The results came amid an exciting earnings season. Here are some key analyst takeaways.

  • BofA Securities analyst Justin Post reiterated a Buy rating, while raising the price target from $87 to $88.
  • Goldman Sachs analyst Eric Sheridan maintained a Buy rating, while lifting the price target from $85 to $90.
  • Truist Securities analyst Youssef Squali maintained a Buy rating, while raising the price target from $86 to $88.
  • JMP Securities analyst Andrew Boone reaffirmed a Market Outperform rating, while lifting the price target from $75 to $80.
  • JPMorgan analyst Doug Anmuth reiterated an Overweight rating and price target of $95.
  • RBC Capital Markets analyst Brad Erickson maintained an Outperform rating and price target of $80.
  • BMO Capital Markets analyst Brian Pitz reaffirmed an Outperform rating and price target of $92

Check out other analyst stock ratings.

BofA Securities: Uber Technologies reported second-quarter revenues and EBITDA of $10.70 billion and $1.57 billion, respectively, beating consensus of $10.53 billion and $1.5 billion, “despite a large FX headwind,” Post said in a note. Bookings of $40.0 billion came in 1% above Street expectations, he added.

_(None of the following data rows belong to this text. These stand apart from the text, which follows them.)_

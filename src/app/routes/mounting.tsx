import { useState } from "react";
import { Link, useParams } from "react-router";
import { studioToday } from "@/lib/today.ts";
import { can } from "@shared/permissions.ts";
import { MOUNTING_REASON_LABELS, MOUNTING_STATUS_LABELS } from "@shared/schemas/mountings.ts";
import { useMe } from "@/features/session/api/session.ts";
import { useStudio } from "@/features/settings/api/settings.ts";
import { useObject } from "@/features/objects/api/objects.ts";
import { useCompleteMounting, useMounting, useRemoveMounting, useRevisions } from "@/features/mountings/api/mountings.ts";
import { MountingView } from "@/features/mountings/components/mounting-view.tsx";
import { Badge, Card, ErrorNotice, Notice, SkeletonRows } from "@/components/ui/feedback.tsx";
import { Button } from "@/components/ui/button.tsx";
import { TextField } from "@/components/ui/field.tsx";
import { formatDate } from "@/lib/format.ts";
import { RevisionsList } from "@/components/revisions-list.tsx";
import { RecordHead, RevisionedActions } from "@/components/revisioned.tsx";
import { ApiError } from "@/lib/api-client.ts";
import { shownRevision } from "@/lib/revisioned.ts";

export function Component() {
  const { id = "" } = useParams();
  const { data: user } = useMe();
  const { settings } = useStudio();
  const m = useMounting(id);
  const object = useObject(m.data?.objectId ?? "");
  const revisions = useRevisions(id, !!m.data && m.data.currentRevision > 1);
  const complete = useCompleteMounting(id);
  const remove = useRemoveMounting(id);
  const [shown, setShown] = useState<number | null>(null);
  const [removing, setRemoving] = useState(false);
  const [endReason, setEndReason] = useState("");
  const [endedOn, setEndedOn] = useState(studioToday);

  if (m.isPending || !settings) return <SkeletonRows />;
  if (m.isError) return <ErrorNotice title="Mounting record not found" error={m.error} />;
  const rec = m.data;
  const writable = !!object.data && can(user, "mounting:write", { clientId: object.data.clientId });
  const revs = revisions.data;
  const showing = shownRevision(shown, revs, rec.current);
  const error = complete.error ?? remove.error;

  return (
    <div className="space-y-5">
      <RecordHead
        record={rec}
        title={`${MOUNTING_REASON_LABELS[rec.reason]} · ${formatDate(rec.mountedOn)}`}
        facts={
          <>
            <Badge tone={rec.status === "completed" ? "accent" : rec.status === "draft" ? "warn" : "neutral"}>{MOUNTING_STATUS_LABELS[rec.status]}</Badge>
            <span>by {rec.framerName}</span>
            {rec.currentRevision > 1 && <span>· revision {rec.currentRevision}</span>}
            {rec.supersededById && (
              <Link className="text-accent underline" to={`/mountings/${rec.supersededById}`}>
                · superseded by a later mounting
              </Link>
            )}
            {rec.endedOn && (
              <span>
                · ended {formatDate(rec.endedOn)}
                {rec.endReason ? `: ${rec.endReason}` : ""}
              </span>
            )}
          </>
        }
        actions={
          writable && (
            <RevisionedActions
              draft={rec.status === "draft"}
              recordTo={`/mountings/${rec.id}`}
              correctLabel="Correct the record"
              lock={{ label: "Complete and lock", onLock: () => complete.mutate(rec.version), pending: complete.isPending }}
            >
              {rec.status === "completed" && (
                <Button variant="secondary" onClick={() => setRemoving(true)}>
                  Taken out of mount…
                </Button>
              )}
            </RevisionedActions>
          )
        }
      />
      {error && <ErrorNotice title="Not done" error={error} />}
      {rec.status === "draft" && (
        <Notice tone="warn" title="Draft">
          This record is a draft. Completing it locks it and makes it the object's current mount{writable ? "; any earlier mounting becomes superseded" : ""}.
        </Notice>
      )}
      {removing && (
        <Card title="Taken out of this mount">
          <div className="grid gap-3 md:grid-cols-[10rem_1fr_auto] md:items-end">
            <TextField label="Date" type="date" value={endedOn} onChange={(e) => setEndedOn(e.target.value)} />
            <TextField
              label="Why"
              value={endReason}
              onChange={(e) => setEndReason(e.target.value)}
              error={remove.error instanceof ApiError ? remove.error.fields.endReason : undefined}
            />
            <Button onClick={() => remove.mutate({ version: rec.version, endedOn, endReason }, { onSuccess: () => setRemoving(false) })} disabled={remove.isPending}>
              Save
            </Button>
          </div>
        </Card>
      )}
      {revs && <RevisionsList revisions={revs} shown={showing.revision} onShow={setShown} />}
      {showing.revision !== rec.currentRevision && (
        <Notice tone="info" title={`Showing revision ${showing.revision}`}>
          This is an earlier revision, kept as it was. The current one is revision {rec.currentRevision}.
        </Notice>
      )}
      <MountingView revision={showing} settings={settings} />
    </div>
  );
}
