import { useAllDocuments } from "@/features/documents/api/documents.ts";
import { DocumentsList } from "@/features/documents/components/documents-list.tsx";
import { ButtonLink } from "@/components/ui/button.tsx";
import { Notice, SkeletonRows } from "@/components/ui/feedback.tsx";

export function Component() {
  const docs = useAllDocuments();
  return (
    <div className="space-y-5">
      <header className="flex flex-wrap items-end justify-between gap-3">
        <div>
          <h1 className="text-2xl font-bold tracking-tight">Documents</h1>
          <p className="text-sm text-graphite">Every PDF the studio has issued, with its verification code. Dossiers and labels are made from an object's page; schedules and exports from a client's page.</p>
        </div>
        <ButtonLink to="/verify" variant="secondary">Check a code</ButtonLink>
      </header>
      <section className="rounded-card bg-paper-sheet p-4 shadow-card">
        {docs.isPending ? <SkeletonRows /> : docs.isError ? <Notice tone="fail">{docs.error.message}</Notice> : <DocumentsList items={docs.data} showObject />}
      </section>
    </div>
  );
}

Although the midpoint of management’s guidance rage for third-quarter gross bookings between $40.25 billion and $41.75 billion came in slightly below consensus of $41.3 billion, “a stable 20.5% CC growth outlook is a positive given comps,” the analyst stated. “Profits were a bright spot, with the midpoint of Uber’s $1.58bn-$1.68bn EBITDA guide slightly above the Street at $1.625bn, …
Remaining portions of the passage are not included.